TASK DESCRIPTION » Copy word for word, please, the lines of the entries below running from the one containing "# Reference: pyproj" to the one containing "# (~1e-4 m) and", both ends included.

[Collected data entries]
------------------------------------------------------------------------

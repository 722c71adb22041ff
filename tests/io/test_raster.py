"""Tests for geosp.io.raster: Cloud-Optimized GeoTIFF writing and raster reading."""

import os

import numpy as np
import numpy.testing as npt
import pyproj
import pytest
import rasterio

from geosp.errors import InputError
from geosp.io.raster import read_raster, write_geotiff
from geosp.models import Raster


def from_origin(west, north, d_east, d_north):
    """North-up transform from the outer north-west corner and the cell size."""
    return rasterio.Affine(d_east, 0.0, west, 0.0, -d_north, north)


def make_raster(n_north=300, n_east=420, *, spacing=(20.0, 25.0), crs="EPSG:32611"):
    """A grid whose value encodes position, so flips and shifts show up."""
    d_north, d_east = spacing
    easting = 512_000 + d_east * np.arange(n_east)
    northing = 4_180_000 + d_north * np.arange(n_north)
    ee, nn = np.meshgrid(easting, northing)
    values = 0.01 * (ee - 512_000) - 0.02 * (nn - 4_180_000) + 5 * np.sin(ee / 700.0)
    values[:7, :9] = np.nan  # south-west corner blank
    return Raster(easting, northing, values, crs, units="mV", tags={"method": "test", "cv_rmse_mv": 1.25})


def test_geotiff_sampled_at_node_centres_matches_grid(tmp_path):
    # Reference: rasterio's own point sampling (dataset.sample at world
    # coordinates), independent of read_raster. One check catches both the row
    # flip and the half-cell shift (common practice). Values are float32 on
    # disk, so rtol is float32 round-off.
    raster = make_raster()
    path = write_geotiff(raster, tmp_path / "sp_grid.tif")
    ee, nn = np.meshgrid(raster.easting, raster.northing)
    rng = np.random.default_rng(0)
    pick = rng.choice(ee.size, 3000, replace=False)
    pick = np.concatenate([pick, [0, ee.size - 1, raster.values.shape[1] - 1]])  # corners
    points = list(zip(ee.ravel()[pick], nn.ravel()[pick]))
    with rasterio.open(path) as src:
        sampled = np.array([v[0] for v in src.sample(points)], dtype=float)
        nodata = src.nodata
    expected = raster.values.ravel()[pick]
    blank = np.isnan(expected)
    assert blank.any()
    npt.assert_array_equal(sampled[blank], nodata)
    npt.assert_allclose(sampled[~blank], expected[~blank], rtol=1e-6, atol=1e-4)
    # index -> xy of the dataset transform gives the node coordinates back.
    with rasterio.open(path) as src:
        x, y = src.xy(0, 0)  # top-left pixel centre = northernmost row, westernmost column
    assert (x, y) == (raster.easting[0], raster.northing[-1])


def test_geotiff_is_a_cloud_optimized_float32_file_with_tags(tmp_path):
    # Reference: the GeoTIFF/COG layout as GDAL writes it: a "ghost" header with
    # LAYOUT=IFDS_BEFORE_DATA right after the TIFF signature (GDAL COG driver
    # documentation), tiling, internal overviews, deflate.
    raster = make_raster()
    path = write_geotiff(raster, tmp_path / "sp_grid.tif", tags={"reference_station": "A01"})
    head = path.read_bytes()[:1024]
    assert head[:4] in (b"II*\x00", b"MM\x00*")
    assert b"LAYOUT=IFDS_BEFORE_DATA" in head and b"BLOCK_ORDER=ROW_MAJOR" in head
    with rasterio.open(path) as src:
        assert src.driver == "GTiff"
        assert src.tags(ns="IMAGE_STRUCTURE").get("LAYOUT") == "COG"
        assert src.dtypes == ("float32",)
        assert src.nodata == -9999.0
        assert src.profile["tiled"] and src.block_shapes[0] == (256, 256)
        assert src.compression.name.lower() == "deflate"
        assert src.overviews(1) == [2]
        assert src.crs == rasterio.crs.CRS.from_epsg(32611)
        assert src.transform.e < 0 and src.transform.b == 0 and src.transform.d == 0  # north-up
        assert src.res == (25.0, 20.0)
        tags = src.tags()
        assert tags["units"] == "mV" and src.units == ("mV",)
        assert tags["method"] == "test"
        assert float(tags["cv_rmse_mv"]) == 1.25
        assert tags["reference_station"] == "A01"
        overview = src.read(1, out_shape=(150, 210))
    assert np.isfinite(overview).all()


def test_write_is_atomic_and_replaces_existing_file(tmp_path):
    path = tmp_path / "sp_grid.tif"
    path.write_bytes(b"old")
    write_geotiff(make_raster(40, 50), path)
    assert sorted(p.name for p in tmp_path.iterdir()) == ["sp_grid.tif"]  # no temporary left
    with rasterio.open(path) as src:
        assert src.shape == (40, 50)
    umask = os.umask(0)
    os.umask(umask)
    assert path.stat().st_mode & 0o777 == 0o666 & ~umask


def test_failed_write_leaves_no_temporary_file(tmp_path):
    raster = make_raster(20, 20)
    bad = Raster(raster.easting, raster.northing, raster.values, "not a crs")
    with pytest.raises(Exception):
        write_geotiff(bad, tmp_path / "x.tif")
    assert list(tmp_path.iterdir()) == []
    with pytest.raises(InputError, match="folder does not exist"):
        write_geotiff(raster, tmp_path / "missing" / "x.tif")


def test_read_raster_round_trip_keeps_orientation_and_centres(tmp_path):
    # Reference: the Raster written (write/read are inverses up to float32).
    raster = make_raster()
    path = write_geotiff(raster, tmp_path / "g.tif")
    back = read_raster(path)
    npt.assert_array_equal(back.easting, raster.easting)
    npt.assert_array_equal(back.northing, raster.northing)
    assert back.northing[0] < back.northing[-1]  # row 0 is the southernmost
    npt.assert_array_equal(np.isnan(back.values), np.isnan(raster.values))
    npt.assert_allclose(back.values, raster.values, rtol=1e-6, atol=1e-4, equal_nan=True)
    assert back.crs == "EPSG:32611" and back.units == "mV" and back.tags["method"] == "test"


def test_read_raster_of_south_up_file(tmp_path):
    # A file stored south-up (positive y pixel size) reads the same as north-up.
    values = np.arange(12.0).reshape(3, 4)  # rows as stored: first row southernmost
    path = tmp_path / "south_up.tif"
    transform = rasterio.Affine(10, 0, 1000, 0, 10, 5000)
    with rasterio.open(path, "w", driver="GTiff", height=3, width=4, count=1, dtype="float64",
                       crs="EPSG:32611", transform=transform) as dst:
        dst.write(values, 1)
    back = read_raster(path)
    npt.assert_allclose(back.northing, [5005, 5015, 5025])
    npt.assert_allclose(back.easting, [1005, 1015, 1025, 1035])
    npt.assert_allclose(back.values, values)


def test_read_raster_reprojects_to_another_utm_zone(tmp_path):
    # Reference: pyproj (always_xy) maps each node of the zone-12 grid back to
    # zone 11, where the DEM is a plane, z = 1200 + 0.02 e' + 0.03 n'. Bilinear
    # resampling reproduces a plane exactly, so what remains is float32 storage
    # (~1e-4 m) and GDAL's approximate warp transformer (bounded by 0.125 pixel,
    # i.e. 0.14 m here, but far smaller over 4 km where the zone-to-zone map is
    # nearly affine; about 1e-3 m was seen); tolerance 0.01 m.
    west, north, cell = 740_000.0, 4_440_000.0, 30.0
    n_rows, n_cols = 120, 140
    ee = west + cell * (np.arange(n_cols) + 0.5)
    nn = north - cell * (np.arange(n_rows) + 0.5)
    e2, n2 = np.meshgrid(ee, nn)
    dem = 1200 + 0.02 * (e2 - west) + 0.03 * (n2 - north)
    path = tmp_path / "dem.tif"
    with rasterio.open(path, "w", driver="GTiff", height=n_rows, width=n_cols, count=1, dtype="float32",
                       crs="EPSG:32611", transform=from_origin(west, north, cell, cell), nodata=-32768) as dst:
        dst.write(dem.astype("float32"), 1)
    back = read_raster(path, crs="EPSG:32612")
    assert back.crs == "EPSG:32612"
    to_11 = pyproj.Transformer.from_crs("EPSG:32612", "EPSG:32611", always_xy=True)
    ge, gn = np.meshgrid(back.easting, back.northing)
    e11, n11 = to_11.transform(ge, gn)
    expected = 1200 + 0.02 * (e11 - west) + 0.03 * (n11 - north)
    interior = ((e11 > west + 2 * cell) & (e11 < west + (n_cols - 2) * cell)
                & (n11 < north - 2 * cell) & (n11 > north - (n_rows - 2) * cell))
    assert interior.sum() > 0.5 * n_rows * n_cols
    finite = np.isfinite(back.values)
    assert finite[interior].all()
    npt.assert_allclose(back.values[interior], expected[interior], atol=0.01)
    outside = ~((e11 > west - cell) & (e11 < west + (n_cols + 1) * cell)
                & (n11 < north + cell) & (n11 > north - (n_rows + 1) * cell))
    assert np.isnan(back.values[outside]).all()  # the rotated footprint leaves NaN corners


def test_read_raster_same_crs_given_does_not_resample(tmp_path):
    raster = make_raster(30, 40)
    path = write_geotiff(raster, tmp_path / "g.tif")
    back = read_raster(path, crs="EPSG:32611")
    npt.assert_array_equal(back.easting, raster.easting)
    npt.assert_allclose(back.values, raster.values, rtol=1e-6, atol=1e-4, equal_nan=True)


def test_read_raster_errors_name_the_file(tmp_path):
    with pytest.raises(InputError, match="not found") as err:
        read_raster(tmp_path / "nope.tif")
    assert "nope.tif" in str(err.value)

    junk = tmp_path / "junk.tif"
    junk.write_text("this is not a raster")
    with pytest.raises(InputError, match="cannot be read as a raster"):
        read_raster(junk)

    no_crs = tmp_path / "no_crs.tif"
    with rasterio.open(no_crs, "w", driver="GTiff", height=4, width=4, count=1, dtype="float32",
                       transform=from_origin(0, 40, 10, 10)) as dst:
        dst.write(np.ones((4, 4), "float32"), 1)
    with pytest.raises(InputError, match="no coordinate reference system"):
        read_raster(no_crs)

    empty = tmp_path / "empty.tif"
    with rasterio.open(empty, "w", driver="GTiff", height=4, width=4, count=1, dtype="float32",
                       crs="EPSG:32611", transform=from_origin(0, 40, 10, 10), nodata=-9999) as dst:
        dst.write(np.full((4, 4), -9999, "float32"), 1)
    with pytest.raises(InputError, match="nodata only"):
        read_raster(empty)
    with pytest.raises(InputError, match="band 2"):
        read_raster(no_crs.with_name("empty.tif"), band=2)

------------------------------------------------------------------------

THE ANSWER »
    # Reference: pyproj (always_xy) maps each node of the zone-12 grid back to
    # zone 11, where the DEM is a plane, z = 1200 + 0.02 e' + 0.03 n'. Bilinear
    # resampling reproduces a plane exactly, so what remains is float32 storage
    # (~1e-4 m) and GDAL's approximate warp transformer (bounded by 0.125 pixel,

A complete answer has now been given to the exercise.